■ Task description ■
What appears from the first line of the records below through the line containing "between the samples" must be reproduced verbatim.

··· Data provided

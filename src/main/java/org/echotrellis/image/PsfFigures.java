package org.echotrellis.image;

/**
 * Figures of a centred point-spread-function magnitude.
 *
 * @param fwhmPx full width at half maximum in pixels, by linear interpolation between the samples
 *               on each flank of the main lobe (capped at L when the PSF never falls to half its
 *               peak; NaN for a zero PSF)
 * @param peak the largest sample (1 for the discrete delta of a flat weighting)
 * @param sidelobe the largest sample outside the main lobe, relative to the peak (0 when the main
 *                 lobe covers every sample)
 */
public record PsfFigures(double fwhmPx, double peak, double sidelobe) {
    /** Figures of a PSF that is zero everywhere (no signal at k = 0). */
    public static final PsfFigures UNDEFINED = new PsfFigures(Double.NaN, Double.NaN, Double.NaN);
}
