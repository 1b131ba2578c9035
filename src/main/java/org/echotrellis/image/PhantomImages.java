package org.echotrellis.image;

/**
 * The ideal and the simulated magnitude image of a phantom (rows along phase encoding, y·cols + x).
 * Arrays are copied on the way in and out.
 *
 * @param rows rows
 * @param cols columns
 * @param ideal every tissue at its centre weight, no blurring and no noise
 * @param simulated the image after k-space weighting, noise and magnitude
 * @param noiseSd noise standard deviation per pixel and channel (0 for none)
 * @param seed seed of the noise
 */
public record PhantomImages(int rows, int cols, double[] ideal, double[] simulated, double noiseSd, long seed) {
    /**
     * Copies.
     *
     * @param rows rows
     * @param cols columns
     * @param ideal every tissue at its centre weight, no blurring and no noise
     * @param simulated the image after k-space weighting, noise and magnitude
     * @param noiseSd noise standard deviation per pixel and channel (0 for none)
     * @param seed seed of the noise
     */
    public PhantomImages {
        ideal = ideal.clone();
        simulated = simulated.clone();
    }

    /** @return every tissue at its centre weight, no blurring and no noise (a copy) */
    @Override
    public double[] ideal() {
        return ideal.clone();
    }

    /** @return the image after k-space weighting, noise and magnitude (a copy) */
    @Override
    public double[] simulated() {
        return simulated.clone();
    }
}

······

■ Answer to this task ■
filename src/main/java/org/echotrellis/image/PsfFigures.java
package org.echotrellis.image;

/**
 * Figures of a centred point-spread-function magnitude.
 *
 * @param fwhmPx full width at half maximum in pixels, by linear interpolation between the samples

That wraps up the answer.